Will Obama really walk away from a bad Iran deal?

Another deadline, another failure by the Iranian regime and the Obama administration to reach a nuclear agreement. This deadline was described Monday as “a real deadline” by State Department spokeswoman Marie Harf — as opposed to the previous deadlines, which proved not to be so “real” after all.

But this new delay in reaching a resolution acceptable to all parties should be especially troubling, as the late tells in the negotiations cast doubt upon both Iran’s intentions and Obama’s competence in preventing a terrorist-sponsoring regime from acquiring nuclear weapons.

The most disturbing development this week was Iran’s last-minute pullback. The pullback itself is not the problem, but rather the issue cited as its cause. Negotiations to this point had included a requirement that Iran begin shipping its stocks of 5-percent enriched uranium to Russia. Without any warning, this has suddenly become a big hangup.

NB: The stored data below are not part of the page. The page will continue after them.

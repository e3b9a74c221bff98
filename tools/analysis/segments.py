"""The segments of a run's time series: the stretches between changes of the physics or grid.

A restart that changes the parameters, the forcing, the model, the grid, the box
or the tracers
begins a new segment (:mod:`shearmix.solver.files.series` records where and
with which case). Averages, fits and regime labels mean something only
within one segment; :func:`split` cuts the records of
:func:`shearmix.tools.analysis.summary.read_timeseries` into them and
:func:`choose` picks one (the last by default).
"""
from __future__ import annotations

from dataclasses import dataclass

import numpy as np
import yaml

from shearmix.solver.files.series import segment_changes, segments_of

__all__ = ["Segment", "split", "choose"]


@dataclass(frozen=True)
class Segment:
    """One segment of a series.

    Attributes
    ----------
    index : int
        0 for the first.
    step, t : int, float
        Step and time of its first record.
    case : dict
        Its case (parsed); ``case_yaml`` the text.
    version : str
        Program version that began it.
    changes : dict
        ``{key: [before, after]}`` against the previous segment (empty for the first).
    records : ndarray of bool
        Which records of the series belong to it.
    """

    index: int
    step: int
    t: float
    case: dict
    case_yaml: str
    version: str
    changes: dict
    records: np.ndarray

    def describe_changes(self) -> str:
        """``'parameters.Re 20 -> 25'`` (comma-separated), or ``''``."""
        return ", ".join(f"{k} {_show(a)} -> {_show(b)}" for k, (a, b) in self.changes.items())


def _show(value):
    return f"{value:g}" if isinstance(value, float) else str(value)


def split(data: dict, attrs: dict) -> list:
    """The segments of a series read by ``read_timeseries`` (``attrs['case_yaml']`` is
    the root case text). A file that records none is one segment. Records
    before the first recorded start (none in files this program writes) join
    the first segment."""
    recorded = segments_of(attrs)
    root = attrs.get("case_yaml", "")
    if not recorded:
        recorded = [{"step": int(data["step"][0]) if "step" in data and data["step"].size else 0,
                     "t": float(data["t"][0]) if data["t"].size else float("nan"),
                     "case": root, "version": str(attrs.get("version", ""))}]
    t = data["t"]
    # a segment holds the records from its start time to the next one's
    starts = [s["t"] for s in recorded]
    out, previous = [], None
    for i, s in enumerate(recorded):
        lo = -np.inf if i == 0 else starts[i]
        hi = starts[i + 1] if i + 1 < len(starts) else np.inf
        mask = (t >= lo) & (t < hi)
        case = yaml.safe_load(s["case"]) if s["case"] else {}
        out.append(Segment(index=i, step=s["step"], t=s["t"],
                           case=case if isinstance(case, dict) else {}, case_yaml=s["case"],
                           version=s["version"],
                           changes=segment_changes(previous, s["case"]) if previous else {},
                           records=mask))
        previous = s["case"]
    return out


def choose(segments: list, which, source: str = "series"):
    """The segment numbered ``which`` (negative counts from the end; ``None`` is the
    last). Raises ValueError naming ``source`` and the allowed numbers."""
    if which is None:
        return segments[-1]
    n = len(segments)
    try:
        k = int(which)
    except (TypeError, ValueError):
        raise ValueError(f"{source}: segment must be a whole number, got {which!r}") from None
    if not -n <= k < n:
        raise ValueError(f"{source}: no segment {k}; the series has {n} "
                         f"(0 to {n - 1}, or -1 for the last)")
    return segments[k]
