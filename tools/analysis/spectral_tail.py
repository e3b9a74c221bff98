"""Resolution check from the spectra: how high the kinetic energy spectrum's tail stands.

``tail_ratio = E(k_max) / max_{k > 0} E(k)``, with ``E`` the kinetic shell
spectrum of ``spectra.h5`` (solver/files/spectra.py) averaged over the records at
or after ``t_start``, and ``E(k_max)`` its value in the shell of the largest
wavenumber resolved in every direction after dealiasing (``grid.kmax`` of
solver/grid.py: ``min_i 2 pi/L_i * (N_i - 1)//3``). A well-resolved run has a
spectrum that falls by several decades between its peak and ``k_max``; a
tail that stands high means energy piles up at the grid scale.

The warning threshold :data:`TAIL_RATIO_MAX` = 1e-3 (three decades) is a
choice of this tool, in line with common practice of asking for a few
decades of fall-off; it is not a published criterion.
"""
from __future__ import annotations

import math
import os

import numpy as np

__all__ = ["TAIL_RATIO_MAX", "tail_ratio", "tail_warning"]

TAIL_RATIO_MAX = 1e-3


def tail_ratio(run_dir, t_start=None):
    """``E(k_max) / max E`` of a run's averaged kinetic shell spectrum, or NaN without spectra."""
    from shearmix.solver.case import case_from_dict
    from shearmix.solver.files.spectra import SPECTRA_FILE, read_spectra
    if not os.path.exists(os.path.join(run_dir, SPECTRA_FILE)):
        return float("nan")
    sp = read_spectra(run_dir)
    sel = sp["t"] >= t_start if t_start is not None else np.ones(sp["t"].size, bool)
    if not sel.any():
        return float("nan")
    import yaml
    case = case_from_dict(yaml.safe_load(sp["attrs"]["case"]))
    kmax = min(2 * math.pi / L * ((n - 1) // 3) for L, n in zip(case.lengths, case.shape))
    E = sp["kinetic"]["shell"][sel].sum(axis=1).mean(axis=0)
    k = sp["wavenumbers"]["shell"]
    peak = E[k > 0].max()
    if not peak > 0:
        return float("nan")
    return float(E[int(np.argmin(np.abs(k - kmax)))] / peak)


def tail_warning(ratio, threshold=TAIL_RATIO_MAX):
    """The summary warning for a high tail, or None."""
    if math.isfinite(ratio) and ratio > threshold:
        return (f"under-resolved: kinetic spectrum at k_max is {ratio:.2g} of its peak "
                f"(> {threshold:g})")
    return None
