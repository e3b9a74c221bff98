"""The communicator: MPI through mpi4py when available, a single rank otherwise.

mpi4py is imported lazily so that a machine without MPI still runs serially.
Set ``SHEARMIX_SERIAL=1`` to skip MPI even where it is installed.
"""
from __future__ import annotations

import os

import numpy as np


class SerialComm:
    """One rank; the same methods as :class:`MPIComm`."""

    rank = 0
    size = 1
    is_mpi = False

    def sum(self, value):
        return value

    def max(self, value):
        return value

    def min(self, value):
        return value

    def bcast(self, obj, root=0):
        return obj

    def alltoall(self, send, recv):  # pragma: no cover - never called with one rank
        np.copyto(recv, send)

    def barrier(self):
        pass

    def abort(self, code=1):
        raise SystemExit(code)


class MPIComm:
    """Thin wrapper over an mpi4py communicator with the calls the engine needs."""

    is_mpi = True

    def __init__(self, comm):
        from mpi4py import MPI
        self._MPI = MPI
        self.comm = comm
        self.rank = comm.Get_rank()
        self.size = comm.Get_size()

    def _reduce(self, value, op):
        if isinstance(value, np.ndarray):
            out = np.empty_like(value)
            self.comm.Allreduce(value, out, op=op)
            return out
        return self.comm.allreduce(value, op=op)

    def sum(self, value):
        return self._reduce(value, self._MPI.SUM)

    def max(self, value):
        return self._reduce(value, self._MPI.MAX)

    def min(self, value):
        return self._reduce(value, self._MPI.MIN)

    def bcast(self, obj, root=0):
        return self.comm.bcast(obj, root=root)

    def alltoall(self, send, recv):
        """Exchange equal contiguous blocks: block j of ``send`` goes to rank j."""
        self.comm.Alltoall(send, recv)

    def barrier(self):
        self.comm.Barrier()

    def abort(self, code=1):
        self.comm.Abort(code)


def world():
    """The world communicator, or a serial one when MPI is absent or disabled."""
    if os.environ.get("SHEARMIX_SERIAL"):
        return SerialComm()
    try:
        from mpi4py import MPI
    except ImportError:
        return SerialComm()
    if MPI.COMM_WORLD.Get_size() == 1:
        return SerialComm()
    return MPIComm(MPI.COMM_WORLD)
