def flow_state(t, series, thresholds=None):
    """``'growing'``, ``'laminar'`` or ``''`` (turbulent or unknown) from the series
    over times ``t``: :func:`flow_numbers` against ``growth_factor`` and
    ``laminar_ratio`` (module docstring)."""
    th = thresholds or RegimeThresholds()
    f = flow_numbers(t, series)
    if f["growth"] > th.growth_factor:
        return "growing"
    if f["perturbation"] <= th.laminar_ratio:
        return "laminar"
    return ""


def flow_reason(state, thresholds=None):
    """The sentence shown beside a ``'growing'`` or ``'laminar'`` label."""
    th = thresholds or RegimeThresholds()
    if state == "growing":
        return (f"a perturbation amplitude grows by more than growth_factor = {th.growth_factor:g} "
                "over the window")
    if state == "laminar":
        return (f"perturbation amplitude <= laminar_ratio = {th.laminar_ratio:g} of the laminar "
                "flow throughout")
    raise ValueError(f"no flow state {state!r}; expected 'growing' or 'laminar'")


def flux_intermittency(t, J):
    """``(quiet_fraction, flux_cv)`` of the buoyancy flux ``-J`` over a window.

    ``quiet_fraction`` is the time fraction with ``-J < mean(-J) / 2``;
    ``flux_cv = std(-J) / mean(-J)``; both on a uniform resampling (linear
    interpolation, median spacing) so that the adaptive step does not weight
    them. NaN when fewer than two finite records or ``mean(-J) <= 0``.
    """
    from shearmix.tools.analysis.averages import uniform_resample
    t = np.asarray(t, dtype=float)
    f = -np.asarray(J, dtype=float)
    ok = np.isfinite(f) & np.isfinite(t)
    if np.count_nonzero(ok) < 2:
        return float("nan"), float("nan")
    _, x = uniform_resample(t[ok], f[ok])
    m = float(x.mean())
    if not m > 0:
        return float("nan"), float("nan")
    return float(np.mean(x < 0.5 * m)), float(x.std() / m)


@dataclass(frozen=True)
class RegimeResult:
    """Label and the numbers that produced it.

    Attributes
    ----------
    label : str
        One of :data:`REGIMES`.
    numbers : dict
        ``isotropy``, ``viscous_ratio``, ``eta``, ``quiet_fraction`` and
        ``l_nu`` (the viscous scale behind ``viscous_ratio``).
    reason : str
        The rule that fired, with the values compared.
    thresholds : dict
    basis : str
        ``'fluctuations'``, or ``'total velocity'`` for the fallback.
    fallback : str
        Empty, or the warning that the older numbers were used.
    """

    label: str
    numbers: dict
    reason: str
    thresholds: dict
    basis: str = "fluctuations"
    fallback: str = ""


def _num(summary, key, needed):
    if key not in summary:
        raise ValueError(f"run summary lacks '{key}'; regime classification needs: {', '.join(needed)}")
    try:
        return float(summary[key])
    except (TypeError, ValueError):
        return float("nan")


def _kf(summary):
    try:
        kf = float(summary.get("kf", 1.0))
    except (TypeError, ValueError):
        return float("nan")
    return kf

There are not many innocuous reasons for the Iranians to balk now at this particular provision. It is not an impediment to a peaceful nuclear energy program, for which uranium need not be enriched as far as 5 percent. The provision for shipments to Russia is designed to give the West and Iran’s neighbors at least a year’s worth of breathing space before Iran can potentially make a nuclear bomb, in the event that the Islamic Republic decides to “break out” and develop weapons anyway. Iran’s current stockpiles and centrifuges would leave only a couple of months’ breathing room before it could make a bomb.

Bear in mind that if Iran acquires the bomb, its use of a nuclear weapon is not the only possible undesirable result. It would also embolden Iran’s use of the conventional paramilitary forces it has funded and deployed in the region for years, causing instability from Lebanon to Syria to the Palestinian territories to Yemen. It will add teeth to Iran’s increasingly aggressive challenges to the leaders of Sunni Muslim world, to say nothing of its repeated threats to wipe Israel off the map. Further, it would surely set off an arms race in the world’s worst neighborhood.

Iran has come to the table now because it wants desperately to end international and U.S. sanctions against it, which were imposed as punishment for its transparent nuclear ambitions. But given its past and even its recent behavior, Iran’s intention to pursue peace and friendship cannot be — and in retrospect probably should not have been — taken at face value.

The question now is whether the White House speaks the truth in maintaining that “the president won’t sign a bad deal, that he’ll walk away, that no deal is far better than a bad deal.” Obama has not so far shown so much sense. Americans can only hope it is not already too late for him to start.